Understanding the runtime of numpy.where and equivalent alternatives

Question

According to http://docs.scipy.org/doc/numpy/reference/generated/numpy.where.html, if x and y are given and input arrays are 1-D, where is equivalent to [xv if c else yv for (c,xv, yv) in zip(x!=0, 1/x, x)]. When doing runtime benchmarks, however, they have significantly different speeds:

x = np.array(range(-500, 500))

%timeit np.where(x != 0, 1/x, x)
10000 loops, best of 3: 23.9 µs per loop

%timeit [xv if c else yv for (c,xv, yv) in zip(x!=0, 1/x, x)]
1000 loops, best of 3: 232 µs per loop

Is there a way I can rewrite the second form so that it has a similar runtime to the first? The reason I ask is because I'd like to use a slightly modified version of the second case to avoid division by zero errors:

[1 / xv if c else xv for (c,xv) in zip(x!=0, x)]

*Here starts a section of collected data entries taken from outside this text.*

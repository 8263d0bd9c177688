//! Outputs that cannot be written, and runs that are stopped: earlier results stay as they were.

use std::fs;
use std::path::Path;
use std::process::{Child, Command, Stdio};
use std::thread::sleep;
use std::time::{Duration, Instant};

use super::common::{PROGRAM, Ran, World, raster, says};
use super::unchanged;

#[test]
fn a_folder_below_a_file() {
    let world = World::new();
    let before = world.files("");
    let ran = world.run(&["build", "plan.toml", "-o", "land.tif/out"]).ended(4);
    says(&ran.stderr, &["land.tif/out", "-o|folder"]);
    unchanged(&before, &world.files(""));
}

#[test]
fn a_file_in_place_of_the_folder() {
    let world = World::new();
    world.put("out", "a file");
    let ran = world.run(&["build", "plan.toml"]).ended(4);
    says(&ran.stderr, &["out", "-o|folder"]);
    assert_eq!(fs::read_to_string(world.path("out")).unwrap(), "a file");
}

#[test]
fn a_folder_where_an_output_should_be() {
    let world = World::new();
    world.put("out/effort.json", "an earlier result");
    world.put("out/effort.tif", "an earlier result");
    world.put("out/held-out.csv/notes.txt", "someone's own");
    let before = world.files("out");
    let ran = world.run(&["build", "plan.toml"]).ended(4);
    says(&ran.stderr, &["held-out.csv"]);
    unchanged(&before, &world.files("out"));
}

/// A mounted file system in memory, unmounted when dropped.
struct Mount<'a>(&'a Path);

impl<'a> Mount<'a> {
    /// `None` where this machine does not let us mount.
    fn new(folder: &'a Path, options: &str) -> Option<Self> {
        fs::create_dir_all(folder).expect("a folder");
        let mount = Command::new("mount").args(["-t", "tmpfs", "-o", options, "tmpfs"]).arg(folder).output();
        if mount.is_ok_and(|m| m.status.success()) {
            return Some(Self(folder));
        }
        println!("skipped: this machine does not let the test mount a file system");
        None
    }
}

impl Drop for Mount<'_> {
    fn drop(&mut self) {
        drop(Command::new("umount").arg(self.0).output());
    }
}

#[test]
fn a_folder_that_is_not_writable() {
    let world = World::new();
    let folder = world.path("shelf");
    let Some(_mount) = Mount::new(&folder, "ro,size=64k") else { return };
    for target in ["shelf", "shelf/new"] {
        let ran = world.run(&["build", "plan.toml", "-o", target]).ended(4);
        says(&ran.stderr, &[target, "-o|folder|permission"]);
    }
}

/// Asserts that the message is about an output the user knows, and says what may help.
#[track_caller]
fn full(said: &str, folder: &str) {
    says(said, &[folder, "space"]);
    assert!(!said.contains(".trodden-"), "names a file that is no more: {said}");
}

#[test]
fn a_disk_that_is_full_from_the_start() {
    let world = World::new();
    world.run(&["build", "plan.toml"]).ended(0);
    let pages: usize = world.files("out").values().map(|file| file.len().div_ceil(4096)).sum();
    let folder = world.path("shelf");
    for pages in [1, pages / 2, pages - 1] {
        let Some(_mount) = Mount::new(&folder, &format!("size={}k", 4 * pages)) else { return };
        let ran = world.run(&["build", "plan.toml", "-o", "shelf"]).ended(4);
        full(&ran.stderr, "shelf");
        assert!(world.files("shelf").is_empty(), "{:?}", world.files("shelf").keys());
    }
}

#[test]
fn a_disk_that_fills_while_earlier_results_are_replaced() {
    let world = World::new();
    world.run(&["build", "plan.toml"]).ended(0);
    let pages: usize = world.files("out").values().map(|file| file.len().div_ceil(4096)).sum();
    let folder = world.path("shelf");
    let Some(_mount) = Mount::new(&folder, &format!("size={}k", 4 * (pages + pages / 2))) else { return };
    world.run(&["build", "plan.toml", "-o", "shelf"]).ended(0);
    let before = world.files("shelf");
    let ran = world.run(&["build", "plan.toml", "-o", "shelf"]).ended(4);
    full(&ran.stderr, "shelf");
    unchanged(&before, &world.files("shelf"));
}

#[test]
fn a_quota_on_file_sizes() {
    let world = World::new();
    world.run(&["build", "plan.toml"]).ended(0);
    let before = world.files("out");
    let largest = before.values().map(Vec::len).max().expect("some files") / 1024;
    for blocks in [0, 1, largest / 2, largest] {
        let ran: Ran = Command::new("bash")
            .current_dir(world.path(""))
            .args(["-c", &format!("ulimit -f {blocks}; exec \"$0\" build plan.toml"), PROGRAM])
            .output()
            .expect("bash starts")
            .into();
        let ran = ran.ended(4);
        full(&ran.stderr, "out");
        unchanged(&before, &world.files("out"));
    }
}

/// A finer grid under the same plan, in `slow.toml`: seconds of work.
fn slow(world: &World) {
    let mut grid = world.lattice();
    (grid.columns, grid.rows, grid.cell) = (500, 375, (8.0, -8.0));
    raster::write(&world.path("fine.tif"), &grid, &grid.filled(1.0), None);
    world.put_records("many.tsv", &world.points(20_000));
    world.change(&[
        ("land.tif", "fine.tif"),
        ("records.tsv", "many.tsv"),
        ("\"400 m\"", "\"fit\""),
        ("folds = 3", "folds = 10"),
    ]);
    fs::rename(world.path("plan.toml"), world.path("slow.toml")).expect("a new name");
    world.change(&[]);
}

fn start(world: &World) -> Child {
    let mut command = world.command(&["build", "slow.toml"]);
    command.stdout(Stdio::piped()).stderr(Stdio::piped()).spawn().expect("the program starts")
}

/// Waits until the run is at work, and then until it writes a raster, at most so long.
fn until_it_writes(world: &World, child: &mut Child, longest: Duration) {
    let mut wait = |mark: &str, longest: Duration| {
        let begun = Instant::now();
        let there = || world.files("out").keys().any(|name| name.starts_with('.') && name.ends_with(mark));
        while begun.elapsed() < longest && !there() && child.try_wait().is_ok_and(|ended| ended.is_none()) {
            sleep(Duration::from_millis(1));
        }
    };
    wait("/", Duration::from_secs(60));
    wait(".tif", longest);
}

#[test]
fn killed_in_the_middle() {
    let world = World::new();
    slow(&world);
    world.run(&["build", "plan.toml"]).ended(0);
    let before = world.files("out");
    let mut after = Vec::new();
    for longest in [0, 200, 600, 60_000] {
        let mut child = start(&world);
        until_it_writes(&world, &mut child, Duration::from_millis(longest));
        child.kill().expect("it can be killed");
        assert!(!child.wait().expect("it ends").success(), "it had ended before it was killed");
        after.push(world.files("out"));
    }
    world.run(&["build", "slow.toml"]).ended(0);
    let finished = world.files("out");
    assert!(finished.keys().all(|name| !name.starts_with('.')), "{:?}", finished.keys());
    for (name, bytes) in after.iter().flatten().filter(|(name, _)| !name.starts_with('.')) {
        let timed = name == "manifest.json" || name == "report.html";
        let ends = [&b"}\n"[..], b"}", b"</html>\n", b"</html>"];
        let whole =
            if timed { ends.iter().any(|end| bytes.ends_with(end)) } else { *bytes == finished[name] };
        assert!(whole || *bytes == before[name], "{name} is neither the earlier nor the later one");
    }
    assert!(after.iter().all(|files| before.keys().all(|name| files.contains_key(name))));
}

/// Sends a signal once the run is under way and gives what it ended with.
fn stopped(world: &World, signal: &str, longest: u64) -> Ran {
    let mut child = start(world);
    until_it_writes(world, &mut child, Duration::from_millis(longest));
    let sent = Command::new("kill").args([&format!("-{signal}"), &child.id().to_string()]).status();
    assert!(sent.is_ok_and(|s| s.success()), "the run had ended before the signal");
    child.wait_with_output().expect("it ends").into()
}

#[test]
fn interrupted() {
    let world = World::new();
    slow(&world);
    // earlier than this the program is still being loaded and cannot answer
    for longest in [150, 300, 60_000] {
        let ran = stopped(&world, "INT", longest);
        assert_eq!(ran.code, Some(130), "{}", ran.stderr);
        assert_eq!(ran.stdout, "");
        assert!(!ran.stderr.contains("panicked"), "{}", ran.stderr);
        assert!(!world.path("out").exists(), "left behind: {:?}", world.files("out").keys());
    }
    world.run(&["build", "plan.toml"]).ended(0);
    let before = world.files("");
    for longest in [150, 300, 60_000] {
        assert_eq!(stopped(&world, "INT", longest).code, Some(130));
        unchanged(&before, &world.files(""));
    }
    let ran = stopped(&world, "TERM", 300);
    assert_ne!(ran.code, Some(0));
    unchanged(&before, &world.files(""));
}

#[test]
fn what_else_is_in_the_folder_stays() {
    let world = World::new();
    world.put("out/notes.txt", "someone's own");
    world.put("out/.hidden", "someone's own");
    world.put("out/more/notes.txt", "someone's own");
    world.run(&["build", "plan.toml"]).ended(0);
    let after = world.files("out");
    for name in ["notes.txt", ".hidden", "more/notes.txt"] {
        assert_eq!(after[name], b"someone's own");
    }
}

Another question: the first case returns a numpy array while the second case returns a list. Is the most efficient way to have the second case return an array is to first make a list and then convert the list to an array?

np.array([xv if c else yv for (c,xv, yv) in zip(x!=0, 1/x, x)])

Thanks!

Answer 1

You just asked about 'delaying' the 'where':

numpy.where : how to delay evaluating parameters?

and someone else just asked about divide by zero:

Replace all elements of a matrix by their inverses

When people say that where is similar to the list comprehension, they attempt to describe the action, not the actual implementation.

np.where called with just one argument is the same as np.nonzero. This quickly (in compiled code) loops through the argument, and collects the indices of all non-zero values.

np.where when called with 3 arguments, returns a new array, collecting values from the 2 and 3rd arguments based on the nonzero values. But it's important to realize that those arguments must be other arrays. They are not functions that it evaluates element by element.

So the where is more like:

m1 = 1/xv
m2 = xv
[v1 if c else v2 for (c, v1, v2) in zip(x!=0, m1, m2)]

It's easy to run this iteration in compiled code because it just involves 3 arrays of matching size (matching via broadcasting).

np.array([...]) is a reasonable way of converting a list (or list comprehension) into an array. It may be a little slower than some alternatives because np.array is a powerful general purpose function. np.fromiter([], dtype) may be faster in some cases, because it isn't as general (you have to specify dtype, and it it only works with 1d).

There are 2 time proven strategies for getting more speed in element-by-element calculations:

• use packages like numba and cython to rewrite the problem as c code

• rework your calculations to use existing numpy methods. The use of masking to avoid divide by zero is a good example of this.

=====================

np.ma.where, the version for masked arrays is written in Python. Its code might be instructive. Note in particular this piece:

# Construct an empty array and fill it
d = np.empty(fc.shape, dtype=ndtype).view(MaskedArray)
np.copyto(d._data, xv.astype(ndtype), where=fc)
np.copyto(d._data, yv.astype(ndtype), where=notfc)

It makes a target, and then selectively copies values from the 2 inputs arrays, based on the condition array.

Answer 2

You can avoid division by zero while maintaining performance by using advanced indexing:

x = np.arange(-500, 500)

result = np.empty(x.shape, dtype=float) # set the dtype to whatever is appropriate
nonzero = x != 0
result[nonzero] = 1/x[nonzero]
result[~nonzero] = 0

Answer 3

If you for some reason want to bypass an error with numpy it might be worth looking into the errstate context:

x  = np.array(range(-500, 500))

with np.errstate(divide='ignore'): #ignore zero-division error
    x = 1/x
x[x!=x] = 0 #convert inf and NaN's to 0

Answer 4

Consider changing the array in place by using np.put():

In [56]: x = np.linspace(-1, 1, 5)

In [57]: x
Out[57]: array([-1. , -0.5,  0. ,  0.5,  1. ])

In [58]: indices = np.argwhere(x != 0)

In [59]: indices
Out[59]:
array([[0],
       [1],
       [3],
       [4]], dtype=int64)

In [60]: np.put(x, indices, 1/x[indices])

In [61]: x
Out[61]: array([-1., -2.,  0.,  2.,  1.])

The approach above does not create a new array, which could be very convenient if x is a large array.